At this point I made an annoying discovery: the right wing had zero dihedral, and the left wing some 1-2 degrees of negative dihedral (anhedral). Oops! I think I just glued them to the fuselage back then, without checking alignment. Something had to be done here. My sources told me the wings should have 3.5 degrees of anhedral. That meant removing both wings .. The razor saw made it quite easy though. Using a simple jig I was able to put them back on at the required angle. The anhedral makes the model look slightly more aggressive.



A close-up view of the cut-off wing tip. The resulting openings in both the main wing and the wing tip were filled with Milliput, and coated with CA glue. They are now completely flat and featureless, until I find out how the wing break should be detailed. Happily, some fellow modellers from France came to the rescue!

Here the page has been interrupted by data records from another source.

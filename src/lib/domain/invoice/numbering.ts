/**
 * Document types and numbers.
 *
 * Directive 2006/112/EC, Article 226(2): an invoice carries "a sequential number, based on one or
 * more series, which uniquely identifies the invoice". Slateroom keeps one series per kind of
 * document and calendar year (series names are our own choice):
 *
 *   INV-2027-0001  invoice (UNTDID 1001 code 380)
 *   DEP-2027-0001  prepayment invoice for a deposit received on account (code 386; Article 65)
 *   CN-2027-0001   credit note (code 381; Article 219: a document that amends an invoice and
 *                  refers to it unambiguously is itself an invoice)
 *
 * Numbers inside a series and year run 1, 2, 3 … without gaps; the database hands them out
 * under a row lock (src/lib/server/invoices/issue.ts). The year is the calendar year of the
 * issue date in the studio's time zone.
 */
import { localDateOf } from '../time';

/** UNTDID 1001 document name codes used by Slateroom (EN 16931 BT-3). */
export const DOCUMENT_TYPE = {
	invoice: 380,
	creditNote: 381,
	prepayment: 386
} as const;
export type DocumentTypeCode = (typeof DOCUMENT_TYPE)[keyof typeof DOCUMENT_TYPE];

export const SERIES_FOR_TYPE: Record<DocumentTypeCode, string> = {
	380: 'INV',
	381: 'CN',
	386: 'DEP'
};

export function isDocumentTypeCode(code: number): code is DocumentTypeCode {
	return code === 380 || code === 381 || code === 386;
}

/** Words for people: "Invoice", "Credit note", "Deposit invoice". */
export function documentKindLabel(code: number): string {
	if (code === DOCUMENT_TYPE.creditNote) return 'Credit note';
	if (code === DOCUMENT_TYPE.prepayment) return 'Deposit invoice';
	return 'Invoice';
}

/** The minimum width of the running number: INV-2027-0001; wider numbers keep every digit. */
export const NUMBER_WIDTH = 4;

/** "INV", 2027, 1 → "INV-2027-0001". */
export function formatDocumentNumber(series: string, year: number, number: number): string {
	if (!/^[A-Z]{2,5}$/.test(series)) throw new RangeError(`series must be 2–5 capital letters, got ${series}`);
	if (!Number.isInteger(year) || year < 1000 || year > 9999) throw new RangeError(`year must have four digits, got ${year}`);
	if (!Number.isSafeInteger(number) || number < 1) throw new RangeError(`number must be a positive integer, got ${number}`);
	return `${series}-${year}-${String(number).padStart(NUMBER_WIDTH, '0')}`;
}

/** The inverse of formatDocumentNumber; null for anything else. */
export function parseDocumentNumber(text: string): { series: string; year: number; number: number } | null {
	const match = /^([A-Z]{2,5})-(\d{4})-(\d{4,})$/.exec(text);
	if (!match) return null;
	const number = Number(match[3]);
	if (number < 1 || (match[3]!.length > NUMBER_WIDTH && match[3]!.startsWith('0'))) return null;
	return { series: match[1]!, year: Number(match[2]), number };
}

/** Calendar year of an instant in a time zone (IANA tz database): the year a number belongs to. */
export function documentYear(issuedAt: Date, timeZone: string): number {
	return Number(localDateOf(issuedAt, timeZone).slice(0, 4));
}

/** Numbers missing from 1..max (a gap in a series); empty when the series is whole. */
export function missingNumbers(numbers: readonly number[]): number[] {
	const seen = new Set(numbers);
	const max = numbers.reduce((a, b) => Math.max(a, b), 0);
	const missing: number[] = [];
	for (let n = 1; n <= max; n++) if (!seen.has(n)) missing.push(n);
	return missing;
}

The foldable wing tips required hinge detail. Fortunately the Super Etendard wing fold is very simple compared to (for example) that of US Navy aircraft. It has little more than two hinges. I detailed it with plastic strip and card and stretched sprue, using the single wing fold photo I have ever seen. This photo was kindly supplied by Pierre Henri Baras of the excellent French Fleet Air Arm web site. Visible in the photo on the right is the wing tip light that was cut out and replaced with a piece of transparent colored plastic. The tip shows a repair with plastic card, the model was dropped years ago.

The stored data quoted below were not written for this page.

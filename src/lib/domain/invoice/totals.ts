/**
 * Document totals of invoices, prepayment invoices and credit notes, in integer minor units,
 * following the EN 16931-1 semantic model as checked by the CEN validation artefacts
 * (github.com/ConnectingEurope/eInvoicing-EN16931):
 *
 * - BT-131 line net: the line amount excl. VAT, rounded half-up to minor units (BR-DEC-23);
 *   when amounts are shown incl. VAT, net = amount ÷ (1 + rate) (pricing/vat.ts `lineNet`);
 * - BR-CO-10: BT-106 sum of line nets = Σ BT-131;
 * - BR-CO-13: BT-109 taxable total = BT-106 − BT-107 allowances + BT-108 charges (both 0 here);
 * - BR-CO-17: BT-117 VAT of a rate = BT-116 base × rate ÷ 100, rounded to minor units;
 * - BR-CO-14: BT-110 total VAT = Σ BT-117;
 * - BR-CO-15: BT-112 total with VAT = BT-109 + BT-110;
 * - BR-CO-16: BT-115 amount due = BT-112 − BT-113 paid amount + BT-114 rounding amount;
 * - BR-27: no negative item net price (BT-146); a credit note (UNTDID 1001 code 381) carries
 *   positive amounts: its type says they are credited, no minus signs are needed.
 *
 * The per-line and per-rate arithmetic is the pricing engine's own (`lineNet`, `vatOf`), so a
 * final invoice built from a quote's lines has exactly the quote's nets, VAT and gross.
 * When amounts include VAT, what was advertised (Σ line amounts) may differ from BT-112 by a cent
 * or two: that difference is the explicit rounding amount BT-114, never hidden in a line.
 */
import { basisPointsToPercent, sumMinor } from '../money';
import { lineNet, vatOf } from '../pricing/vat';
import type { PriceLine, VatGroup } from '../pricing/types';
import type { Minor } from '../types';

export interface DocumentLineInput {
	/** Stable within the document: 'room:half-day', 'overtime:room', 'deposit:2550' … */
	key: string;
	/** 'room', 'engineer', 'surcharge', 'gear', 'overtime', 'deposit', 'refund'. */
	kind: string;
	/** Nature of the service, for people (Article 226(6)). */
	description: string;
	/** BT-129 invoiced quantity as decimal text ("1", "2.5"). */
	quantity: string;
	/** BT-130 UN/ECE Recommendation 20 unit: 'HUR' hour, 'C62' one. */
	unitCode: string;
	/** Price of one unit as shown (incl. VAT when `amountsIncludeVat`). */
	unitAmount: Minor;
	/** Line amount as shown (incl. VAT when `amountsIncludeVat`). */
	amount: Minor;
	/** BT-152 VAT rate, basis points (2550 = 25.5 %). */
	vatRateBp: number;
}

export interface DocumentLine extends DocumentLineInput {
	/** BT-131 line net amount. */
	net: Minor;
	/** BT-146 item net price: the unit price excl. VAT (Article 226(8)), rounded to minor units. */
	unitPriceNet: Minor;
}

export interface DocumentTotals {
	currency: string;
	/** true when line amounts are shown incl. VAT (the studio's rate card, or money received). */
	amountsIncludeVat: boolean;
	lines: DocumentLine[];
	/** BT-106 */
	lineNetTotal: Minor;
	/** BT-107 and BT-108: Slateroom puts no allowances or charges at document level. */
	allowances: Minor;
	charges: Minor;
	/** BT-109 */
	taxable: Minor;
	/** BG-23, highest rate first */
	vat: VatGroup[];
	/** BT-110 */
	vatTotal: Minor;
	/** BT-112 */
	gross: Minor;
	/** BT-113 paid amount (a deposit received on account, money already refunded on a credit note) */
	prepaid: Minor;
	/** BT-114 */
	rounding: Minor;
	/** BT-115 */
	amountDue: Minor;
}

export interface TotalsOptions {
	currency: string;
	amountsIncludeVat: boolean;
	/** BT-113; default 0. */
	prepaid?: Minor;
	/** 'AE': a reverse-charged document (../vat-treatment.ts), its lines at 0 % and its one VAT group of category AE. */
	vatCategory?: 'AE';
}

export function documentTotals(inputs: readonly DocumentLineInput[], options: TotalsOptions): DocumentTotals {
	const incl = options.amountsIncludeVat;
	const lines: DocumentLine[] = inputs.map((line) => ({
		...line,
		net: lineNet(line.amount, line.vatRateBp, incl),
		unitPriceNet: lineNet(line.unitAmount, line.vatRateBp, incl)
	}));
	const bases = new Map<number, Minor>();
	for (const line of lines) bases.set(line.vatRateBp, (bases.get(line.vatRateBp) ?? 0) + line.net);
	const vat: VatGroup[] = [...bases.entries()]
		.sort(([a], [b]) => b - a)
		.map(([rateBp, base]) => ({
			ratePercent: basisPointsToPercent(rateBp),
			rateBp,
			base,
			amount: vatOf(base, rateBp),
			...(options.vatCategory ? { category: options.vatCategory } : {})
		}));

	const lineNetTotal = sumMinor(lines.map((l) => l.net)); // BR-CO-10
	const allowances = 0;
	const charges = 0;
	const taxable = lineNetTotal - allowances + charges; // BR-CO-13
	const vatTotal = sumMinor(vat.map((g) => g.amount)); // BR-CO-14
	const gross = taxable + vatTotal; // BR-CO-15
	const advertised = incl ? sumMinor(lines.map((l) => l.amount)) : gross;
	const rounding = advertised - gross; // BT-114
	const prepaid = options.prepaid ?? 0;
	return {
		currency: options.currency,
		amountsIncludeVat: incl,
		lines,
		lineNetTotal,
		allowances,
		charges,
		taxable,
		vat,
		vatTotal,
		gross,
		prepaid,
		rounding,
		amountDue: gross - prepaid + rounding // BR-CO-16
	};
}

/** The document's total as the customer reads it: BT-112 + BT-114 (what a deposit or refund is measured against). */
export function payableTotal(t: Pick<DocumentTotals, 'gross' | 'rounding'>): Minor {
	return t.gross + t.rounding;
}

/**
 * The EN 16931 rules this module promises, checked on finished totals (or on the stored copy of an
 * issued document); returns the rules broken, empty when all hold.
 */
export function documentViolations(t: DocumentTotals): string[] {
	const broken: string[] = [];
	const amounts = [
		t.lineNetTotal,
		t.allowances,
		t.charges,
		t.taxable,
		t.vatTotal,
		t.gross,
		t.prepaid,
		t.rounding,
		t.amountDue,
		...t.lines.flatMap((l) => [l.net, l.amount, l.unitAmount, l.unitPriceNet]),
		...t.vat.flatMap((g) => [g.base, g.amount])
	];
	if (!amounts.every(Number.isSafeInteger)) broken.push('BR-DEC: amounts in whole minor units');
	if (t.lines.length === 0) broken.push('BR-16: at least one invoice line');
	if (t.lines.some((l) => l.unitPriceNet < 0 || l.unitAmount < 0)) broken.push('BR-27: no negative item net price');
	if (t.lines.some((l) => !/^\d+(\.\d+)?$/.test(l.quantity))) broken.push('BT-129: quantity is a non-negative decimal');
	if (t.lineNetTotal !== sumMinor(t.lines.map((l) => l.net))) broken.push('BR-CO-10');
	if (t.taxable !== t.lineNetTotal - t.allowances + t.charges) broken.push('BR-CO-13');
	if (t.taxable !== sumMinor(t.vat.map((g) => g.base))) broken.push('BR-CO-13 (VAT bases cover the taxable total)');
	const rates = new Set(t.lines.map((l) => l.vatRateBp));
	if (rates.size !== t.vat.length || t.vat.some((g) => !rates.has(g.rateBp)))
		broken.push('BR-S-01/BR-CO-18: one VAT group per rate used');
	for (const g of t.vat) {
		const base = sumMinor(t.lines.filter((l) => l.vatRateBp === g.rateBp).map((l) => l.net));
		if (g.base !== base) broken.push(`BR-S-08 (${g.ratePercent} %)`);
		if (g.amount !== vatOf(g.base, g.rateBp)) broken.push(`BR-CO-17 (${g.ratePercent} %)`);
	}
	if (t.vatTotal !== sumMinor(t.vat.map((g) => g.amount))) broken.push('BR-CO-14');
	if (t.gross !== t.taxable + t.vatTotal) broken.push('BR-CO-15');
	if (t.amountDue !== t.gross - t.prepaid + t.rounding) broken.push('BR-CO-16');
	if (t.amountsIncludeVat && t.gross + t.rounding !== sumMinor(t.lines.map((l) => l.amount))) {
		broken.push('advertised total: BT-112 + BT-114 = Σ line amounts incl. VAT');
	}
	if (!t.amountsIncludeVat && t.rounding !== 0) broken.push('no rounding amount when amounts exclude VAT');
	// Reverse charge: BR-AE-01 exactly one VAT group, of category AE, and no other category beside
	// it; BR-AE-05 every line at 0 %; BR-AE-08 its base is the sum of the line nets (BR-S-08 above
	// checks that per rate); BR-AE-09 no VAT in it.
	if (t.vat.some((g) => g.category === 'AE')) {
		if (t.vat.length !== 1) broken.push('BR-AE-01');
		if (t.lines.some((l) => l.vatRateBp !== 0)) broken.push('BR-AE-05');
		if (t.vat.some((g) => g.rateBp !== 0 || g.amount !== 0)) broken.push('BR-AE-09');
	}
	return broken;
}

/** A quote's (or an overtime bill's) priced lines as document lines. */
export function linesFromPriceLines(lines: readonly Omit<PriceLine, 'net'>[]): DocumentLineInput[] {
	return lines.map((l) => {
		const hasUnit = l.quantity !== undefined && l.unitAmount !== undefined;
		return {
			key: l.key,
			kind: l.kind,
			description: l.label,
			quantity: hasUnit ? l.quantity! : '1',
			unitCode: hasUnit ? (l.unitCode ?? 'C62') : 'C62',
			unitAmount: hasUnit ? l.unitAmount! : l.amount,
			amount: l.amount,
			vatRateBp: l.vatRateBp
		};
	});
}

/**
 * Splits an amount across VAT rates in proportion to weights (largest remainder, so the parts
 * always add up to the amount). A deposit or a refund of a booking with one VAT rate is one part.
 */
export function splitByWeights(
	amount: Minor,
	weights: readonly { rateBp: number; weight: Minor }[]
): { rateBp: number; amount: Minor }[] {
	const usable = weights.filter((w) => w.weight > 0);
	if (usable.length === 0) throw new RangeError('nothing to split against');
	const total = sumMinor(usable.map((w) => w.weight));
	const parts = usable.map((w) => {
		const exact = BigInt(amount) * BigInt(w.weight);
		const floor = exact / BigInt(total);
		return { rateBp: w.rateBp, amount: Number(floor), remainder: exact - floor * BigInt(total) };
	});
	let left = amount - sumMinor(parts.map((p) => p.amount));
	for (const part of [...parts].sort((a, b) => (b.remainder > a.remainder ? 1 : b.remainder < a.remainder ? -1 : 0))) {
		if (left <= 0) break;
		part.amount += 1;
		left -= 1;
	}
	return parts.filter((p) => p.amount > 0).map(({ rateBp, amount: a }) => ({ rateBp, amount: a }));
}

/**
 * Lines for money received or returned as a whole (a deposit on account, a refund), one line per
 * VAT rate of the underlying supply, each an amount incl. VAT. Directive 2006/112/EC, Article 65:
 * VAT becomes chargeable on receipt of a payment on account, on the amount received; Article 90:
 * the taxable amount is reduced by what is refunded.
 */
export function lumpSumLines(
	amount: Minor,
	kind: 'deposit' | 'refund',
	description: string,
	grossByRate: readonly { rateBp: number; weight: Minor }[]
): DocumentLineInput[] {
	if (!Number.isSafeInteger(amount) || amount <= 0) throw new RangeError('the amount must be a positive integer');
	const parts = splitByWeights(amount, grossByRate);
	return parts.map((part) => ({
		key: `${kind}:${part.rateBp}`,
		kind,
		description: parts.length > 1 ? `${description} (VAT ${basisPointsToPercent(part.rateBp)} % part)` : description,
		quantity: '1',
		unitCode: 'C62',
		unitAmount: part.amount,
		amount: part.amount,
		vatRateBp: part.rateBp
	}));
}

/** Gross per VAT rate of a set of totals (base + VAT), the weights a deposit or refund is split by. */
export function grossByRate(vat: readonly Pick<VatGroup, 'rateBp' | 'base' | 'amount'>[]): { rateBp: number; weight: Minor }[] {
	return vat.map((g) => ({ rateBp: g.rateBp, weight: g.base + g.amount }));
}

At this point the model was ready for painting. I used the lighter of the two camouflage colors (~ FS 36270) as a base coat for the model. Humbrol 126 was used for this. The base coat was mainly meant to check the building quality. I was very pleasantly surprised by the looks of the freshly painted model; Italeri's engravings are extremely nicely done. The base coat did a very good job of revealing all small building errors. I think I found some 30 all over the model. These were attacked with sanding paper, scribing knife, paint and super glue.

Some of the corrections can be seen in the photo. The rear fuselage had a crooked panel line, which was corrected with super glue; the leading edge of the fin needed more attention, and the panel line at the wing-fuselage connection required some sanding. A small problem was also found on the left rear fuselage, where it had a flat area. I checked this on a built but unpainted Academy model, and it had the same flat spot, so it seems to be a problem of the kit. Some delicate sanding and repainting (to build up thickness) solved it.

The front fuselage shows some more corrective work in progress. The windscreen had been glued to the model before painting, and the clear parts of it were covered with adhesive aluminium foil (see the Cheap Chocolate Foil page). One of the two canopies supplied by Italeri was used to roughly close the cockpit during painting. It too was covered with adhesive foil.

After the first set of repairs, I sprayed a second base coat. This revealed that still a number of smaller building errors remained. These were corrected again. That finished a most important phase of the model's construction. This correction phase is rarely shown in construction reports. Yet I think it is one of the most important steps in building a good model.

This photo shows some of the work on the lower fuselage. The speed brake wells were narrowed a little by gluing a piece of plastic strip on the outboard side. It required some extra sanding after the first base coat, and now the white plastic is peeping through the paint. The outer arm of the speed brake was moved inboard a little, and this also meant moving the arm well with card and cutting. The lower speed brake well shows extra holes, these being the result of my careless drilling attempts earlier. In the top speed brake well the metal replacement speed brake is visible.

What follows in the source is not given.